» WHAT YOU HAVE TO DO:
Whenever a line in the data contains "WithTimeout", show that line.

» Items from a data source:
####
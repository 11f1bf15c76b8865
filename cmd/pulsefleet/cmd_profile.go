package main

import (
	"context"
	"fmt"
	"os"
	"strings"
	"text/tabwriter"
	"time"

	"github.com/pulsefleet/pulsefleet/alarms"
	"github.com/pulsefleet/pulsefleet/internal/profiles"
	pb "github.com/pulsefleet/pulsefleet/proto/pulsefleet/v1"
)

func init() {
	register(command{
		name: "profile",
		summary: "Read, set or list the alarm profiles of a running gateway.\n\n" +
			"  profile list [--gateway ADDR]             built-in profiles; with --gateway, each device's profile and where it comes from\n" +
			"  profile get --gateway ADDR [--device ID]  the YAML in force (the gateway default without --device)\n" +
			"  profile set --gateway ADDR [--device ID] (--file F | --builtin NAME) [--reason TEXT]\n" +
			"                                            needs an admin token; the gateway audits it (profile.set)",
		run: runProfile,
	})
}

const profileSynopsis = "get|set|list --gateway ADDR [--device ID] [--file F | --builtin NAME] [--reason TEXT]"

func runProfile(ctx context.Context, args []string, s stdio) error {
	if len(args) == 0 || strings.HasPrefix(args[0], "-") {
		if len(args) > 0 && (args[0] == "-h" || args[0] == "--help") {
			fs := newFlagSet("profile", profileSynopsis, s.err)
			fs.Usage()
			return errHelp
		}
		return usagef("want a subcommand: get, set or list")
	}
	sub, args := args[0], args[1:]
	var cf clientFlags
	fs := newFlagSet("profile", profileSynopsis, s.err)
	cf.register(fs)
	device := fs.String("device", "", "device id (default: the gateway's default profile)")
	file := fs.String("file", "", "set: a profile YAML file")
	builtin := fs.String("builtin", "", "set: a built-in profile ("+strings.Join(profiles.Names(), ", ")+")")
	reason := fs.String("reason", "", "set: why (kept in the gateway's audit log)")
	if err := parseFlags(fs, args); err != nil {
		return err
	}
	switch sub {
	case "list":
		return profileList(ctx, &cf, s)
	case "get", "set":
	default:
		return usagef("unknown subcommand %q, want get, set or list", sub)
	}
	addrs, err := cf.addrs()
	if err != nil {
		return err
	}
	if len(addrs) != 1 {
		return usagef("--gateway: one address for profile %s, got %d", sub, len(addrs))
	}
	conn, err := cf.dial(addrs[0])
	if err != nil {
		return err
	}
	defer conn.Close()
	client := pb.NewFleetServiceClient(conn)
	cctx, cancel := context.WithTimeout(cf.ctx(ctx), time.Minute)
	defer cancel()
	if sub == "get" {
		resp, err := client.GetAlarmProfile(cctx, &pb.GetAlarmProfileRequest{DeviceId: *device})
		if err != nil {
			return fmt.Errorf("gateway %s: %w", addrs[0], err)
		}
		fmt.Fprintf(s.out, "# profile %s (%s) from %s\n%s", resp.GetName(), resp.GetOrigin(), addrs[0], resp.GetProfileYaml())
		return nil
	}
	var text string
	switch {
	case (*file == "") == (*builtin == ""):
		return usagef("profile set: give one of --file F or --builtin NAME")
	case *builtin != "":
		if _, err := profiles.Bytes(*builtin); err != nil {
			return usagef("--builtin: %v", err)
		}
		text = *builtin // the gateway resolves the name from its own copy
	default:
		b, err := os.ReadFile(*file)
		if err != nil {
			return fmt.Errorf("--file: %w", err)
		}
		if _, err := alarms.ParseProfile(b); err != nil {
			return fmt.Errorf("--file %s: %w", *file, err)
		}
		text = string(b)
	}
	resp, err := client.SetAlarmProfile(cctx, &pb.SetAlarmProfileRequest{DeviceId: *device, ProfileYaml: text, Reason: *reason})
	if err != nil {
		return fmt.Errorf("gateway %s: %w", addrs[0], err)
	}
	target := "the gateway default"
	if *device != "" {
		target = "device " + *device
	}
	fmt.Fprintf(s.out, "profile %s in force for %s on %s\n", resp.GetName(), safeText(target), addrs[0])
	return nil
}

// profileList prints the built-in profiles and, with --gateway, each
// device's profile and its origin.
func profileList(ctx context.Context, cf *clientFlags, s stdio) error {
	tw := tabwriter.NewWriter(s.out, 0, 4, 2, ' ', 0)
	fmt.Fprintln(tw, "BUILT-IN\tCONDITIONS")
	for _, n := range profiles.Names() {
		p, err := profiles.Get(n)
		if err != nil {
			return err
		}
		kinds := make([]string, 0, len(p.Conditions))
		for _, c := range p.Conditions {
			kinds = append(kinds, c.Kind.String())
		}
		fmt.Fprintf(tw, "%s\t%s\n", n, strings.Join(kinds, ","))
	}
	if err := tw.Flush(); err != nil || strings.TrimSpace(cf.gateways) == "" {
		return err
	}
	addrs, _ := cf.addrs()
	fmt.Fprintln(s.out)
	tw = tabwriter.NewWriter(s.out, 0, 4, 2, ' ', 0)
	fmt.Fprintln(tw, "GATEWAY\tDEVICE\tPROFILE\tORIGIN")
	for _, a := range addrs {
		conn, err := cf.dial(a)
		if err != nil {
			return err
		}
		client := pb.NewFleetServiceClient(conn)
		cctx, cancel := context.WithTimeout(cf.ctx(ctx), time.Minute)
		err = func() error {
			def, err := client.GetAlarmProfile(cctx, &pb.GetAlarmProfileRequest{})
			if err != nil {
				return fmt.Errorf("gateway %s: %w", a, err)
			}
			fmt.Fprintf(tw, "%s\t(default)\t%s\t%s\n", a, safeCell(def.GetName()), def.GetOrigin())
			devs, err := client.ListDevices(cctx, &pb.ListDevicesRequest{})
			if err != nil {
				return fmt.Errorf("gateway %s: %w", a, err)
			}
			for _, d := range devs.GetDevices() {
				p, err := client.GetAlarmProfile(cctx, &pb.GetAlarmProfileRequest{DeviceId: d.GetDeviceId()})
				if err != nil {
					return fmt.Errorf("gateway %s device %s: %w", a, d.GetDeviceId(), err)
				}
				fmt.Fprintf(tw, "%s\t%s\t%s\t%s\n", a, safeCell(d.GetDeviceId()), safeCell(p.GetName()), p.GetOrigin())
			}
			return nil
		}()
		cancel()
		conn.Close()
		if err != nil {
			return err
		}
	}
	return tw.Flush()
}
####
» SOLUTION:
	cctx, cancel := context.WithTimeout(cf.ctx(ctx), time.Minute)
		cctx, cancel := context.WithTimeout(cf.ctx(ctx), time.Minute)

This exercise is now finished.